Ø Ionisation Enthalpy: Ionisation enthalpy of these elements decreases down the group. It is due to increase in size. However, the elements of this group have lower ionisation enthalpy values compared to those of Group15 elements. This is due to the fact that Group 15 elements have extra stable half- filled p orbitals electronic configuration.
Oxygen atom has less negative electron gain enthalpy than sulphur because of the       compact nature of its shells due to which the electronic repulsion is greater.

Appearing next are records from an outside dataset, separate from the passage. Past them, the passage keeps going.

@dataclass
class _IceColumn:
    """Ice and ocean on the bed through time: the load of any deflection (numpy, SI)."""

    bed: np.ndarray
    thickness: np.ndarray
    levels: np.ndarray
    ice_density: float
    water_density: float
    gravity: float
    reference_ice: np.ndarray
    reference_level: float
    reference_stress: np.ndarray = field(init=False)
    """sigma_ref (Pa) of the reference state, in which the deflection is zero."""

    def __post_init__(self) -> None:
        self.reference_stress = self.stress(self.reference_ice, self.reference_level, 0.0)

    def stress(self, ice: np.ndarray, level: float, w: np.ndarray | float) -> np.ndarray:
        """sigma (Pa) of *ice* (m) and sea *level* (m) on the bed moved down by *w* (m)."""
        return bed_stress(
            ice,
            self.bed - w,
            level,
            ice_density=self.ice_density,
            water_density=self.water_density,
            gravity=self.gravity,
        )

    def change(self, ice: np.ndarray, level: float, w: np.ndarray) -> np.ndarray:
        """sigma - sigma_ref (Pa), the load that drives the plate."""
        return self.stress(ice, level, w) - self.reference_stress

    def load_at(self, n: int, w: np.ndarray) -> np.ndarray:
        """The load (Pa) at the *n*-th time on the bed moved down by *w*."""
        return self.change(self.thickness[n], self.levels[n], w)

    def grounded(self, n: int, w: np.ndarray) -> np.ndarray:
        """Where the ice of the *n*-th time rests on the bed moved down by *w*."""
        return grounded_mask(
            self.thickness[n],
            self.bed - w,
            self.levels[n],
            ice_density=self.ice_density,
            water_density=self.water_density,
        )

    def largest_change(self) -> np.ndarray:
        """Largest change of the ice load in each cell, plus the sea-level change over
        what is ocean (Pa): what reaches the grid edge."""
        change = float(np.abs(self.levels - self.reference_level).max())
        ocean = self.bed < self.levels.max()
        ice_change = np.abs(self.thickness - self.reference_ice).max(axis=0)
        return self.gravity * (self.ice_density * ice_change + self.water_density * change * ocean)
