def _block_rows(matrix: Any) -> int:
    """Rows per block of a CSR (1) or BSR matrix."""
    return int(matrix.blocksize[0]) if matrix.format == "bsr" else 1


def _constraint_inverses(
    coarse_modes: np.ndarray, indptr: np.ndarray, indices: np.ndarray, block_columns: int
) -> np.ndarray:
    """Pseudo-inverses of Bᵢᵀ Bᵢ, Bᵢ the coarse modes on the columns of block row i of the
    prolongation's pattern; shape (block rows, k, k)."""
    from pyamg import amg_core

    count, k = indptr.size - 1, coarse_modes.shape[1]
    upper = [(i, j) for i in range(k) for j in range(i, k)]
    products = np.column_stack([coarse_modes[:, i] * coarse_modes[:, j] for i, j in upper])
    gram = np.zeros((count, k, k))
    amg_core.calc_BtB(
        k, count, block_columns, np.ravel(products), len(upper), np.ravel(gram), indptr, indices
    )
    del products
    for start in range(0, count, INVERSE_BLOCK):
        chunk = gram[start : start + INVERSE_BLOCK]
        # calc_BtB writes column-major blocks: their transposes (and symmetric anyway)
        chunk[...] = np.linalg.pinv(chunk.transpose(0, 2, 1), rcond=PSEUDO_INVERSE_RCOND)
    return gram


def _pattern(strength: Any, tentative: Any) -> tuple[np.ndarray, np.ndarray, np.ndarray]:
    """The prolongation's sparsity: the aggregates of each node's strong neighbours (the
    pattern of T widened by one strong connection), as BSR row pointers and block column
    indices, with T's values placed on it (blocks of T's shape)."""
    block_rows = strength.shape[0]
    rows_per_block, k = (int(size) for size in tentative.blocksize)
    coarse_blocks = tentative.shape[1] // k
    tentative.sort_indices()
    aggregates = sp.csr_array(
        (np.ones(tentative.indices.size), tentative.indices, tentative.indptr),
        shape=(block_rows, coarse_blocks),
    )
    pattern = strength @ aggregates
    del aggregates
    pattern.sort_indices()
    indptr, indices = pattern.indptr, pattern.indices
    del pattern
    # T's blocks into the pattern (which holds them): keys sorted row by row
    rows = np.arange(block_rows, dtype=np.int64)
    keys = np.repeat(rows, np.diff(indptr)) * coarse_blocks + indices
    tentative_keys = np.repeat(rows, np.diff(tentative.indptr)) * coarse_blocks
    tentative_keys += tentative.indices
    where = np.searchsorted(keys, tentative_keys)
    # (each node is strongly connected within its aggregate, so the pattern holds T)
    if not np.array_equal(keys[np.minimum(where, keys.size - 1)], tentative_keys):
        raise RuntimeError("multigrid set-up: the prolongation's pattern misses T's blocks")
    values = np.zeros((indices.size, rows_per_block, k))
    values[where] = tentative.data
    return indptr, indices, values


def smoothed_prolongation(
    matrix: Any,
    indptr: np.ndarray,
    indices: np.ndarray,
    values: np.ndarray,
    coarse_modes: np.ndarray,
) -> sp.csr_array:
    """The prolongation of smoothed aggregation by energy minimisation.

    The columns of the tentative prolongation T (one aggregate's fitted modes each) are
    relaxed by :data:`ENERGY_STEPS` steps of conjugate gradients on K P = 0 (Gershgorin
    weights), each step kept inside the pattern of T widened by one strong connection and
    projected so that P B_c = T B_c (the rigid-body modes stay exactly represented): Olson,
    Schroder & Tuminaro (2011, SIAM J. Sci. Comput. 33, "A general interpolation strategy
    for algebraic multigrid using energy minimization"; recalled from memory). The method
    and its kernels are pyamg's; here the iteration's matrices share one pattern and are
    value arrays, four of P's size, where pyamg's own smoothing peaked at 1.7 kB per node of
    the plate.

    Parameters
    ----------
    matrix : scipy.sparse.csr_array or bsr_array
        K on this level, symmetric positive definite.
    indptr, indices : numpy.ndarray
        The pattern (:func:`_pattern`): BSR row pointers and block column indices.
    values : numpy.ndarray, shape (blocks, rows per block of K, k)
        T on the pattern; overwritten by P.
    coarse_modes : numpy.ndarray, shape (T's columns, k)
        The modes on the coarse level (B_c; T B_c are the fine modes).

    Returns
    -------
    scipy.sparse.csr_array
        P, shape (K's rows, T's columns).
    """
    from pyamg import amg_core

    rows_per_block, k = values.shape[1], values.shape[2]
    block_rows = indptr.size - 1
    coarse_blocks = coarse_modes.shape[0] // k
    shape = (matrix.shape[0], coarse_modes.shape[0])

    def view(data: np.ndarray) -> sp.bsr_array:
        return sp.bsr_array((data, indices, indptr), shape=shape, copy=False)

    # Gershgorin weights: inverse absolute row sums of K, on each block's rows
    row_sums = abs(matrix) @ np.ones(matrix.shape[0])
    weights = np.divide(1.0, row_sums, out=np.zeros_like(row_sums), where=row_sums != 0)
    del row_sums
    weights = np.repeat(weights.reshape(block_rows, rows_per_block), np.diff(indptr), axis=0)
    weights = weights[:, :, None]
    inverses = np.ravel(_constraint_inverses(coarse_modes, indptr, indices, k))
    modes = np.ravel(coarse_modes)  # (real: the conjugate the kernel asks for)
    if matrix.format == "bsr":
        k_indptr, k_indices, k_values = matrix.indptr, matrix.indices, np.ravel(matrix.data)
    else:
        k_indptr, k_indices, k_values = matrix.indptr, matrix.indices, matrix.data

    def project(target: np.ndarray) -> None:
        """target -= its part that changes P B_c (in place)."""
        surplus = np.ravel(view(target) @ coarse_modes)
        amg_core.satisfy_constraints_helper(
            rows_per_block, k, block_rows, k, modes, surplus, inverses, indptr, indices,
            np.ravel(target),
        )  # fmt: skip

    def product(source: np.ndarray, out: np.ndarray) -> None:
        """out = K source on the pattern, projected."""
        out[...] = 0.0
        amg_core.incomplete_mat_mult_bsr(
            k_indptr, k_indices, k_values, indptr, indices, np.ravel(source), indptr,
            indices, np.ravel(out), block_rows, coarse_blocks, rows_per_block,
            rows_per_block, k,
        )  # fmt: skip
        project(out)

    residual = np.empty_like(values)
    product(values, residual)
    residual *= -1.0
    direction = np.zeros_like(values)
    scratch = np.empty_like(values)  # the weighted residual, then K times the direction
    flat = [np.ravel(array) for array in (values, residual, direction, scratch)]
    previous = 0.0
    for step in range(ENERGY_STEPS):
        np.multiply(residual, weights, out=scratch)
        current = float(np.vdot(residual, scratch))
        if current < 1e-8:  # (pyamg's absolute tolerance, kept)
            break
        if step:
            direction *= current / previous
        direction += scratch
        previous = current
        product(direction, scratch)
        alpha = current / float(np.vdot(direction, scratch))
        scipy.linalg.blas.daxpy(flat[2], flat[0], a=alpha)  # P += alpha d, in place
        scipy.linalg.blas.daxpy(flat[3], flat[1], a=-alpha)  # R -= alpha K d
    del residual, direction, scratch, flat
    smoothed = view(values)
    smoothed.eliminate_zeros()
    return smoothed.tocsr()
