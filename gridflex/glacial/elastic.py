"""Instantaneous elastic response of the Earth to a surface load (an elastic half-space).

The plate-over-mantle models of :mod:`gridflex.glacial.response` move only as the mantle
flows; the solid Earth also deforms elastically, at once, under every change of the load
(what GPS rates under changing ice record). Here that part is the surface displacement of
a homogeneous elastic half-space (Boussinesq; Timoshenko & Goodier 1951), computed by a
free-space FFT convolution (:mod:`gridflex.solvers.elastic_halfspace`), and added to the
viscous deflection when a run asks for ``elastic=True``.
"""

from __future__ import annotations

from typing import Any

import numpy as np
import xarray as xr

from gridflex.errors import InputError
from gridflex.grid import check_grid
from gridflex.solvers.elastic_halfspace import ElasticHalfSpace

__all__ = [
    "EARTH_POISSON_RATIO",
    "EARTH_YOUNGS_MODULUS",
    "elastic_deflection_attrs",
    "elastic_halfspace_response",
]

EARTH_YOUNGS_MODULUS = 1.74e11
"""Default Young's modulus of the elastic Earth (Pa): the uppermost mantle of PREM
(Dziewonski & Anderson 1981, *Phys. Earth Planet. Inter.* 25, 297–356; from memory:
rho 3380 kg m⁻³, vp 8.11 km/s, vs 4.49 km/s give mu = rho vs² = 68 GPa, lambda = 86 GPa,
E = mu (3 lambda + 2 mu) / (lambda + mu) = 174 GPa). A half-space of one material is a
crude stand-in for the layered Earth: choose moduli for the depths the loads reach."""

EARTH_POISSON_RATIO = 0.28
"""Default Poisson's ratio of the elastic Earth, lambda / (2 (lambda + mu)) of the same
PREM values (0.279; from memory)."""


def elastic_deflection_attrs() -> dict[str, str]:
    """CF-style attributes of the ``elastic_deflection`` variable."""
    return {
        "units": "m",
        "long_name": "instantaneous elastic displacement of the Earth (positive downward)",
        "comment": "elastic half-space (Boussinesq) under the load of that time; included "
        "in the deflection",
    }


def elastic_halfspace_response(
    load: xr.DataArray,
    youngs_modulus: float = EARTH_YOUNGS_MODULUS,
    poisson_ratio: float = EARTH_POISSON_RATIO,
) -> xr.DataArray:
    """Surface displacement of an elastic half-space under a vertical surface load.

    A point force P moves the surface down by (1 − ν²) P / (π E r) (Boussinesq;
    Timoshenko & Goodier 1951); the load is convolved with this kernel, each cell's load
    uniform over the cell (the kernel integrated over it in closed form) on a zero-padded
    grid of twice the size: no periodic copies, and a net load is allowed (its field
    decays like 1 / r). A uniformly loaded disc of radius a sinks by
    2 (1 − ν²) p a / E at its centre and 4 (1 − ν²) p a / (π E) at its edge.

    Parameters
    ----------
    load : xarray.DataArray
        Vertical stress on the surface (Pa, positive down), dims ``("y", "x")``.
    youngs_modulus : float, default 1.74e11
        E of the half-space (Pa); default: uppermost mantle of PREM (see
        :data:`EARTH_YOUNGS_MODULUS`).
    poisson_ratio : float, default 0.28
        ν, in (0, 0.5].

    Returns
    -------
    xarray.DataArray
        ``elastic_deflection``: vertical displacement (m, positive down) on the load's grid.

    Raises
    ------
    InputError
        A load that is not a finite grid, or bad moduli.

    Examples
    --------
    >>> from gridflex.synthetic import disc_height, empty_grid
    >>> grid = empty_grid(64, 64, 5e3)
    >>> load = disc_height(grid, 60e3, 1e6)   # 1 MPa on a disc of 60 km
    >>> w = elastic_halfspace_response(load, 1e11, 0.25)
    >>> round(float(w.max()), 2)   # centre: 2 (1 - 0.25**2) 1e6 60e3 / 1e11 = 1.125 m
    1.12
    """
    spec = check_grid(load, "load")
    values = np.asarray(load.values, dtype=np.float64)
    if not np.all(np.isfinite(values)):
        raise InputError("load contains NaN or infinite values")
    engine = ElasticHalfSpace.build(spec, youngs_modulus, poisson_ratio)
    return _wrap(engine.response(values), load)


def _wrap(values: np.ndarray, like: Any) -> xr.DataArray:
    coords = {"y": like["y"].variable, "x": like["x"].variable}
    return xr.DataArray(
        values,
        dims=("y", "x"),
        coords=coords,
        name="elastic_deflection",
        attrs=elastic_deflection_attrs(),
    )
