"""Coupling to an ice-sheet model: the bed under ice and ocean, one time step at a time.

:class:`IceStepper` takes the ice thickness (and sea level) an ice-sheet model hands over
at each step and returns the new bed elevation. It holds the floatation and ocean-load
rules of :class:`~gridflex.glacial.floatation.IceLoad` and the plate of a
:class:`~gridflex.glacial.response.ResponseStepper`; :func:`gridflex.ice_response` runs a
whole history through it, so both give the same numbers.

Each step (PHYSICS.md section 7.1; w positive down, b = bed − w):

1. the load of the ice and sea level given for the step on the bed of the step's start
   (an explicit lag of one step) drives the plate over the step;
2. the load is evaluated again on the new bed, and becomes the load acting now (for the
   uplift rate and as the start of a linearly varying load in the next step).
"""

from __future__ import annotations

import logging
from pathlib import Path
from typing import Any

import numpy as np
import xarray as xr

from gridflex.constants import SEA_WATER_DENSITY
from gridflex.engine import deflection_attrs
from gridflex.errors import ConvergenceError, InputError
from gridflex.glacial.elastic import (
    EARTH_POISSON_RATIO,
    EARTH_YOUNGS_MODULUS,
    elastic_deflection_attrs,
)
from gridflex.glacial.floatation import ICE_DENSITY, IceLoad
from gridflex.glacial.response import INITIAL_STATES, ResponseStepper
from gridflex.glacial.state import read_state, write_state
from gridflex.grid import check_grid, check_same_grid
from gridflex.plate import Plate
from gridflex.solvers.spectral import DEFAULT_PAD_FACTOR
from gridflex.solvers.viscous import DEFAULT_WIDTH_FACTOR
from gridflex.validation import check_choice, check_density, check_number

__all__ = ["BED_ATTRS", "IceStepper", "check_ice_plate"]

log = logging.getLogger(__name__)

_EQUILIBRIUM_TOL = 1e-6  # m, change of the deflection between fixed-point iterations
_EQUILIBRIUM_MAX_ITER = 200

BED_ATTRS = {"units": "m", "long_name": "bed elevation (positive up)"}
"""Attributes of a bed-elevation grid."""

Ø Oxidation State: They show -2, +2, +4, +6 oxidation states. Oxygen does not show +6 oxidation state due to absence of d – orbitals. Po does not show +6 oxidation state due to inert pair effect.
The stability of -2 oxidation state decreases down the group due to increase in atomic size and decrease in electronegativity. Since electronegativity of oxygen is very high, it shows only –2 oxidation state (except in the case of OF2 where its oxidation state is + 2).
+ 4 and + 6 are more common. Sulphur, selenium and tellurium usually show + 4 oxidation state in their compounds with oxygen and + 6 with fluorine. Down the group, the stability of + 6 oxidation state decreases and that of + 4 oxidation state increases (due to inert pair effect).

Ø Electronegativity: It is the tendency of an atom to attract shared paired electrons towards itself. The order of electronegativity is

O > S > Se > Te > Po (regular trend)


Ø Electron gain enthalpy: Oxygen has less negative electron gain enthalpy than S because of small size of O.
From S to Po electron gain enthalpy becomes less negative to Po because of increase in atomic size.  The order of Electron Gain Enthalpy is
S > Se > Te > Po > O

Ø Melting and boiling point: It increases with increase in atomic number. Oxygen has much lower melting and boiling points than Sulphur because oxygen is diatomic (O2) and Sulphur is Octatomic (S8).
  

ü Chemical Properties:
Ø Hydrides: All the elements of group 16 from hydrides of the general formula H2E where E is the element belonging to group 16. Following are some of the characteristics of these hydrides: H2O, H2S, H2Se, H2Te.
·       Their acidic character increases from H2O to H2Te. This is due to the decrease in bond (H–E) dissociation enthalpy down the group.
H2Te > H2Se > H2S > H2O
·       The thermal stability also decreases down the group due to increase in bond length.
                      H2Te > H2Se > H2S > H2O
·       All the hydrides except water possess reducing property and this character increases from H2S to H2Te.
                               H2S > H2Se > H2Te
·       Bond angles H2O > H2S > H2Se > H2Te. Due to repulsion between lone pairs.